Joseph Wynne, MD, Discusses Developments in the Field of Acute Lymphoblastic Leukemia

In an interview with CancerNetwork®, Joseph Wynne, MD, clinical instructor of medicine at UChicago Medicine, spoke about developing research in the treatment of patients with acute lymphoblastic leukemia and what physicians should consider when treating this population of patients. 

CancerNetwork®: What research is exciting you most in the field of ALL?

Wynne: One has been, sort of in the last 8-10 years, the development of chimeric antigen receptor (CAR) T-cell products to treat ALL, both the initial phase with FDA approvals for children and (young adults; AYAs) up to like 25, having that product available is exciting. And, you know, being a part of some of that research in some of those trials has been exciting. As well, sort of ongoing trials to try to do like the next generation of that is pretty cool, where they look to both make CAR Ts that can target multiple different targets on the cell surface so that you can’t as easily escape the targeting of the CAR T, as well as developing products that are what’s called “off-the-shelf,” where you can use actually donated T-cells from a healthy donor to make CAR T-cells for cancer patients instead of having to rely on first collecting their own CAR T-cells to then individually make a product for them. So I think sort of the next generation of that for the relapse setting is very exciting, and sort of just all of the different tweakings that people are doing to kind of improve upon the initial success and try to improve the durability of what we’ve already been able to accomplish with the first generation of these things. 

I think in the frontline setting, the sort of ongoing research that’s interesting to be a part of, at least from my perspective, has been our part of the ALLIANCE. We have an ongoing phase III ALLIANCE trial to see if we take inotuzumab (Besponsa), which is an antibody drug conjugate which was FDA approved a couple of years ago for relapse/refractory ALL, and if we move it to the front-line setting in a randomized fashion, plus or minus this in addition to standard therapy, can we improve outcomes. So, that’s clinically a very interesting question and we’ve been enrolling any of our patients that were eligible and interested in that trial. 

Looking at the data from the study of dasatinib (Sprycel) compared to imatinib (Gleevec) in pediatric patients with Philadelphia-positive (PH+) ALL by researchers at St. Jude Children’s Research Hospital and the Chinese Children’s Cancer Group, how do you think this trial has changed the treatment landscape?

I’m an adult oncologist, so I have a sort of different perspective on this trial. You know, there’s a couple interesting comments to make about the trial. One is how, by combining it with sort of the broad brute force of how large a population China has to conduct some of these experiments is pretty impressive and St. Jude partnering with them is a sort of impressive tour de force because PH+ ALL is not very common in pediatric settings, it’s much more common in adults. They haven’t really had the power to look at this question as clearly as they could here, so just in general it’s pretty impressive that they were able to get so many patients so quickly in a rare form of childhood cancer. 
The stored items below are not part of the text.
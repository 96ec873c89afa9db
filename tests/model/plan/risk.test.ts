import fc from "fast-check";
import * as erlangB from "../../../src/model/blocking/erlang-b";
import { DomainError, NoAnswerError } from "../../../src/model/errors";
import { cdf } from "../../../src/model/numerics/normal";
import * as risk from "../../../src/model/plan/risk";

test("without an error, or at the median, they are the channels of the traffic itself", () => {
  expect(risk.channels(20, 0, 0.02, 0.99)).toBe(erlangB.channels(20, 0.02));
  expect(risk.channels(20, 0.3, 0.02, 0.5)).toBe(erlangB.channels(20, 0.02));
  expect(risk.channels(0, 0.3, 0.02, 0.9)).toBe(0);
});

test("the channels suffice with the confidence and one fewer does not", () => {
  fc.assert(
    fc.property(
      fc.double({ min: 0.5, max: 300, noNaN: true }),
      fc.double({ min: 0.01, max: 1, noNaN: true }),
      fc.double({ min: 0.01, max: 0.99, noNaN: true }),
      (a, error, confidence) => {
        // Probability that n channels suffice: that the traffic stays below what they may be offered.
        const sufficient = (n: number): number => cdf(Math.log(erlangB.traffic(n, 0.02) / a) / Math.log1p(error));
        const n = risk.channels(a, error, 0.02, confidence);
        expect(sufficient(n)).toBeGreaterThanOrEqual(confidence - 1e-12);
        if (n > 0) expect(sufficient(n - 1)).toBeLessThan(confidence + 1e-12);
      },
    ),
    { seed: 41 },
  );
});

test("outside the domain, and beyond what is counted", () => {
  expect(() => risk.channels(10, -0.1, 0.02, 0.9)).toThrow(DomainError);
  expect(() => risk.channels(10, 0.1, 0.02, 1)).toThrow(DomainError);
  expect(() => risk.channels(1e9, 1, 0.02, 0.9)).toThrow(NoAnswerError);
});
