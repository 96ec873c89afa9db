import { domain, positiveCount, requireIn, shareBelowOne } from "../domain";
import { bitRate } from "../interference/domains";
import { wholeWithin } from "../numerics/whole";
import { subscribersOf } from "./subscribers";

export const blockCount = domain(0, 1e6, "a number of resource blocks above 0, up to 1,000,000", { openLow: true });
export const blockBandwidth = domain(0, 1e6, "a bandwidth above 0, up to 1,000,000 kHz", { openLow: true });
export const spectralEfficiencyRange = domain(0, 100, "an efficiency above 0, up to 100 bit/s/Hz", { openLow: true });
export const packetTime = domain(0, 10_000, "a time above 0, up to 10,000 ms", { openLow: true });
export const activityFactor = domain(0, 1, "a share above 0, up to 1", { openLow: true });
export const transmissionCount = domain(1, 100, "a mean number of transmissions from 1 to 100");

/**
 * Bearers of constant rate that one cell carries: floor(blocks bw eff (1 - oh) / (cluster rate)).
 *
 * @param blocks resource blocks of the carrier
 * @param blockBandwidthKHz bandwidth of a block
 * @param bitRateKbps rate of a bearer
 * @param spectralEfficiency mean efficiency, bit/s/Hz, without overhead
 * @param overheadShare share of the resource that carries no user data
 * @param clusterSize cells that share the blocks once
 */
export function channels(
  blocks: number,
  blockBandwidthKHz: number,
  bitRateKbps: number,
  spectralEfficiency: number,
  overheadShare = 0.25,
  clusterSize = 1,
): number {
  requireIn(blockCount, "blocks", blocks);
  requireIn(blockBandwidth, "blockBandwidthKHz", blockBandwidthKHz);
  requireIn(bitRate, "bitRateKbps", bitRateKbps);
  requireIn(spectralEfficiencyRange, "spectralEfficiency", spectralEfficiency);
  requireIn(shareBelowOne, "overheadShare", overheadShare);
  requireIn(positiveCount, "clusterSize", clusterSize);
  return wholeWithin(
    (blocks * blockBandwidthKHz * spectralEfficiency * (1 - overheadShare)) / (clusterSize * bitRateKbps),
  );
}

/**
 * Subscribers of one cell at a blocking target: floor(Erlang-B traffic / traffic of one).
 *
 * @param blocks as for channels
 * @param blockBandwidthKHz as for channels
 * @param bitRateKbps as for channels
 * @param spectralEfficiency as for channels
 * @param trafficPerUserE traffic of one subscriber, erlang
 * @param blocking blocking target
 * @param overheadShare as for channels
 * @param clusterSize as for channels
 */
export function subscribers(
  blocks: number,
  blockBandwidthKHz: number,
  bitRateKbps: number,
  spectralEfficiency: number,
  trafficPerUserE: number,
  blocking: number,
  overheadShare = 0.25,
  clusterSize = 1,
): number {
  const group = channels(blocks, blockBandwidthKHz, bitRateKbps, spectralEfficiency, overheadShare, clusterSize);
  return subscribersOf(group, trafficPerUserE, blocking);
}

/**
 * Voice calls of one cell where each packet is scheduled on whole blocks:
 * floor(packetMs blocksPerMs / (blocksPerPacket activity transmissions)).
 *
 * @param blocksPerMs resource blocks in a millisecond
 * @param packetMs time between packets of a call
 * @param blocksPerPacket blocks that a packet takes, whole
 * @param activity share of time that a speaker talks
 * @param transmissions mean transmissions of a packet, repeats included
 */
export function packetVoice(
  blocksPerMs: number,
  packetMs: number,
  blocksPerPacket: number,
  activity = 0.5,
  transmissions = 1.2,
): number {
  requireIn(blockCount, "blocksPerMs", blocksPerMs);
  requireIn(packetTime, "packetMs", packetMs);
  requireIn(positiveCount, "blocksPerPacket", blocksPerPacket);
  requireIn(activityFactor, "activity", activity);
  requireIn(transmissionCount, "transmissions", transmissions);
  return wholeWithin((packetMs * blocksPerMs) / (blocksPerPacket * activity * transmissions));
}
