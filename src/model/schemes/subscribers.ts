import { domain, requireIn } from "../domain";
import * as erlangB from "../blocking/erlang-b";

export const trafficPerUser = domain(1e-9, 1e6, "traffic of one user from 1E-9 to 1,000,000 erlang");

/**
 * Subscribers that traffic of a group serves: whole ones only.
 *
 * @param trafficE traffic that may be offered, erlang
 * @param trafficPerUserE traffic of one subscriber, erlang
 */
export function subscribersFor(trafficE: number, trafficPerUserE: number): number {
  requireIn(trafficPerUser, "trafficPerUserE", trafficPerUserE);
  return Math.floor(trafficE / trafficPerUserE);
}

/** Subscribers that a group of channels serves at a blocking target, by Erlang B. */
export function subscribersOf(channels: number, trafficPerUserE: number, blocking: number): number {
  return subscribersFor(erlangB.traffic(channels, blocking), trafficPerUserE);
}
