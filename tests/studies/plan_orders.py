"""Orders compared: every drift on one machine, and the time that each order takes on three machines.

The published-style tables that these figures stand against were computed apart, once, with gates as points in
time; the program's own figures average the drift over each gate.
"""

from __future__ import annotations

from collections.abc import Mapping
from typing import Any

import numpy as np

from daq.estimate.arrays import FloatArray, IntArray
from daq.itinerary import Wander, blocked, cyclic, shuffled, walk, zigzag
from daq.itinerary.cost import Pattern
from daq.itinerary.orders import Order
from tests.studies.bench import generator_of
from tests.studies.plan_bench import NATURAL, NIGHT_S, POSITIONS, Machine, Timed, pattern, q_of, timed
from tests.studies.rows import Each, rows

HOUR_S = 3600.0
KNOWN_PATHS, PATHS, AT_ONCE = 300, 4000, 100  # the known figures of the walk rest on 300 simulated paths
MACHINE, DWELL_S, WALK = Machine(0.5, 0.2), 2.0, walk(0.03)
FLICKER = Wander(relaxing=tuple((0.005**2, float(time_s)) for time_s in np.geomspace(3.0, 1e4, 10)))
TIE = 0.01  # the known figures rest on 300 paths of the walk: Q is known to about this
COLUMNS = (
    *("counting", "linear", "quadratic", "exponential", "walk", "flicker"),
    *("sine 20", "sine 60", "sine 180", "steps", "Q"),
)

# Laps, then 1e-6 of kappa by column and Q: an independent computation of the same bench (gates as points).
KNOWN: Mapping[str, tuple[int, tuple[float, ...]]] = {
    "blocked": (46, (98.9, 41777, 31331, 9454, 34035, 7666, 578, 3366, 3516, 24691, 137000)),
    "sweep inner, cyclic": (46, (98.9, 860, 843, 644, 847, 1129, 262, 71, 72, 494, 87)),
    "sweep inner, mirrored": (46, (98.9, 4.0, 14, 105, 832, 1197, 303, 81, 22, 513, 83)),
    "cyclic": (38, (108.9, 24.3, 24.1, 17.2, 34.5, 241, 5.9, 1.2, 2.2, 23.5, 1.57)),
    "random": (34, (115.1, 3.8, 3.9, 1.1, 42.7, 268, 25, 5.5, 2.1, 29.7, 1.76)),
    "Williams rows": (34, (115.1, 0.6, 0.4, 4.8, 52.1, 259, 20, 3.0, 0.4, 31.4, 1.88)),
    "Prouhet, base 8": (38, (108.9, 0.9, 0.8, 0.1, 42.0, 268, 26, 6.0, 0.5, 27.5, 1.66)),
    "mirror in Thue-Morse order": (40, (106.1, 0.4, 0.5, 0.7, 35.5, 251, 5.1, 0.8, 0.3, 21.2, 1.51)),
    "zig-zag": (40, (106.1, 0.00, 0.00, 0.02, 32.8, 237, 0.01, 0.03, 0.00, 18.8, 1.45)),
    "palindrome in one stand": (40, (106.1, 0.00, 0.01, 0.08, 34.6, 258, 0.07, 0.09, 0.02, 21.4, 1.46)),
}


def study(nights: int = 20, each: Each = rows) -> dict[str, Any]:
    """Return the figures of every order; `nights` draws of the random one."""
    table = each("plan_orders:row", {name: [name, nights] for name in KNOWN})
    by_q = sorted(table, key=lambda name: table[name]["figures"]["Q"])
    for name, one in table.items():
        one["meets"]["ranking"] = not _misplaced(name, table)
    return {
        "about": f"{POSITIONS} positions, mask 0.5 s + 0.2 s a slot, dwell {DWELL_S:g} s, "
        f"{NIGHT_S / HOUR_S:g} h; 1e-6 of kappa, gates as points; Q also with gates averaged",
        "ranking": by_q,
        "rows": table,
    }


def row(name: str, nights: int) -> dict[str, Any]:
    """Return the figures of one order."""
    of, (laps, known) = pattern(), KNOWN[name]
    draws = [timed(of, order, MACHINE, DWELL_S) for order in _orders(name, laps, nights)]
    found = {
        column: float(np.sqrt(np.mean([_column(of, draw, column) ** 2 for draw in draws])))
        for column in COLUMNS
    }
    ratios = {
        column: found[column] / value
        for column, value in zip(COLUMNS, known, strict=True)
        if value > 1 and column != "Q"
    }
    q_ratio = found["Q"] / known[-1]
    simulated, simulated_se = _simulated(name, draws[0])
    return {
        "laps": laps,
        "figures": found,
        "Q with gates averaged": float(np.mean([q_of(of, draw, WALK, 1.0) for draw in draws])),
        "Q over known": q_ratio,
        "known off": _known_errors(of, draws, found["Q"], known[-1]),
        "simulated": simulated,
        "simulated_se": simulated_se,
        "farthest ratio": max(ratios.values(), key=lambda ratio: abs(np.log(ratio)), default=1.0),
        "farthest column": max(ratios, key=lambda key: abs(np.log(ratios[key])), default=""),
        "meets": {
            "Q": abs(q_ratio - 1) <= 0.03,
            "simulated": abs(simulated - 1) <= 3 * simulated_se,
            "columns": all(1 / 1.5 <= ratio <= 1.5 for ratio in ratios.values()),
        },
    }


def _known_errors(of: Pattern, draws: list[Timed], found_q: float, known_q: float) -> float:
    """Return how far a known Q lies off ours, in standard errors of the paths that it was drawn from."""
    still_q = float(np.mean([q_of(of, draw, Wander(), 0.0) for draw in draws]))
    return float((known_q - found_q) / ((found_q - still_q) * (2 / KNOWN_PATHS) ** 0.5))


def _simulated(name: str, draw: Timed) -> tuple[float, float]:
    """Return the simulated variance of an order under the walk over ours, and its standard error."""
    generator = generator_of("plan orders, paths", name)
    middle_s = draw.start_s + draw.dwell_s / 2
    step = np.sqrt(WALK.walk_per_s * np.diff(middle_s, prepend=middle_s[0]))
    errors = np.concatenate(
        [
            np.cumsum(step * generator.standard_normal((AT_ONCE, step.size)), axis=1) @ draw.weight
            for _ in range(PATHS // AT_ONCE)
        ]
    )
    ratio = float(np.mean(errors**2)) / draw.drift_var(WALK, 0.0)
    return ratio, ratio * (2 / PATHS) ** 0.5


def _misplaced(name: str, rows: Mapping[str, Any]) -> list[str]:
    """Return the orders that stand the other way round than known, by more than a tie."""
    return [
        other
        for other in rows
        if (KNOWN[name][1][-1] - KNOWN[other][1][-1])
        * (rows[name]["figures"]["Q"] - rows[other]["figures"]["Q"])
        < 0
        and abs(rows[name]["figures"]["Q"] / rows[other]["figures"]["Q"] - 1) > TIE
    ]


def _column(of: Pattern, draw: Timed, column: str) -> float:
    if column == "Q":
        return q_of(of, draw, WALK, 0.0)
    if column == "counting":
        return float(1e6 * draw.counting_var**0.5)
    hours = (draw.start_s + draw.dwell_s / 2) / HOUR_S
    share = hours * HOUR_S / NIGHT_S
    levels = {
        "linear": -0.03 * hours,
        "quadratic": -0.1 * share - 0.2 * share**2,
        "exponential": -0.2 * -np.expm1(-hours),
    }
    if column in levels:
        return 1e6 * abs(draw.error(levels[column]))
    wanders = {"walk": WALK, "flicker": FLICKER, "steps": walk(0.02)} | {
        f"sine {minutes}": Wander(lines=((0.02, 60.0 * minutes),)) for minutes in (20, 60, 180)
    }
    return float(1e6 * draw.drift_var(wanders[column], 0.0) ** 0.5)


def _orders(name: str, laps: int, nights: int) -> list[Order]:
    heads = np.ones((laps + 1) // 2, bool)
    if name == "random":
        generator = generator_of("plan orders", name)
        return [shuffled(NATURAL, POSITIONS, laps, generator) for _ in range(nights)]
    made = {
        "blocked": lambda: blocked(NATURAL, POSITIONS, laps),
        "sweep inner, cyclic": lambda: _swept(laps),
        "sweep inner, mirrored": lambda: zigzag(NATURAL, POSITIONS, laps, heads, together=POSITIONS),
        "cyclic": lambda: cyclic(NATURAL, POSITIONS, laps),
        "Williams rows": lambda: _rows(laps, _williams()),
        "Prouhet, base 8": lambda: _rows(laps, _shifts()),
        "mirror in Thue-Morse order": lambda: _rows(laps, _mirrors(laps * POSITIONS)),
        "zig-zag": lambda: zigzag(NATURAL, POSITIONS, laps, heads),
        "palindrome in one stand": lambda: cyclic((*NATURAL, *NATURAL[::-1]), POSITIONS, laps // 2),
    }
    return [made[name]()]


def _rows(laps: int, rows: IntArray) -> Order:
    """Return an order whose stand n shows its openings as row n says (rows repeat)."""
    plain = cyclic(NATURAL, POSITIONS, laps)
    slot = rows[np.arange(laps * POSITIONS) % len(rows)].ravel()
    return Order(np.array(NATURAL)[slot], slot, plain.position, plain.stand, plain.lap)


def _williams() -> IntArray:
    """Return the rows of a Williams square of eight: every slot follows every other one once."""
    first = [0, 1, 7, 2, 6, 3, 5, 4]
    return (np.array(first)[None, :] + np.arange(8)[:, None]) % 8


def _shifts() -> IntArray:
    """Return cyclic shifts in the order of Prouhet's sequence in base 8 (sum of digits modulo 8)."""
    numbers = np.arange(8**4)
    shift = sum(numbers // 8**digit % 8 for digit in range(4)) % 8
    return np.asarray((np.arange(8)[None, :] + np.asarray(shift)[:, None]) % 8)


def _mirrors(stands: int) -> IntArray:
    """Return stands forward or backward by the Thue-Morse sequence."""
    numbers = np.arange(stands)
    ones = np.array([int(number).bit_count() for number in numbers]) % 2
    return np.where(ones[:, None] == 1, np.arange(8)[::-1], np.arange(8))


def _swept(laps: int) -> Order:
    """Return laps in which each opening sweeps all positions, to and fro, always in the same order."""
    opening = np.tile(np.repeat(np.arange(8), POSITIONS), laps)
    sweep = np.arange(8 * laps)
    place: FloatArray = np.where((sweep % 2 == 0)[:, None], np.arange(POSITIONS), np.arange(POSITIONS)[::-1])
    lap = np.repeat(np.arange(laps), 8 * POSITIONS)
    position = place.ravel().astype(np.int64)
    return Order(np.array(NATURAL)[opening], opening, position, lap * POSITIONS + position, lap)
The thing that I find interesting is the standard of treatment for kids, because of the smaller number that they have, is that they are still using imatinib for PH+ ALL. For adults, we don’t use imatinib. …For adults for years we’ve been already using dasatinib, because it is a more potent (tyrosine kinase inhibitor; TKI) and in adult trials it’s shown that it is better, and now we have data in the kids in a randomized setting which shows that even in that population that the same thing holds true. 

What is something that you think is important consider in treating patients with ALL? 

You know the one thing I always mention with ALL, and you know cancer in general, is that despite the successes we’ve had we always want to do better. And the way that we will hopefully get to do better is by enrolling patients on clinical trials to sort of assess that. I think that for children, in pediatrics, the COG, Children’s Oncology Group, has been sort of the example by which we all wish to emulate, especially on the adult side, where the majority of children get enrolled in protocols that continue to push the envelope of what’s the best treatment for ALL.

With the majority of patients, try to get them enrolled in trials, phase III trials, to test exactly what is the best way to treat this disease and try to always do incrementally better. I think for AYA and adults, a lot less patients are ever enrolled in clinical trials, especially in the front-line setting. And I think that in trying to encourage people to participate in those to continue to do better and better is something that we should all strive for.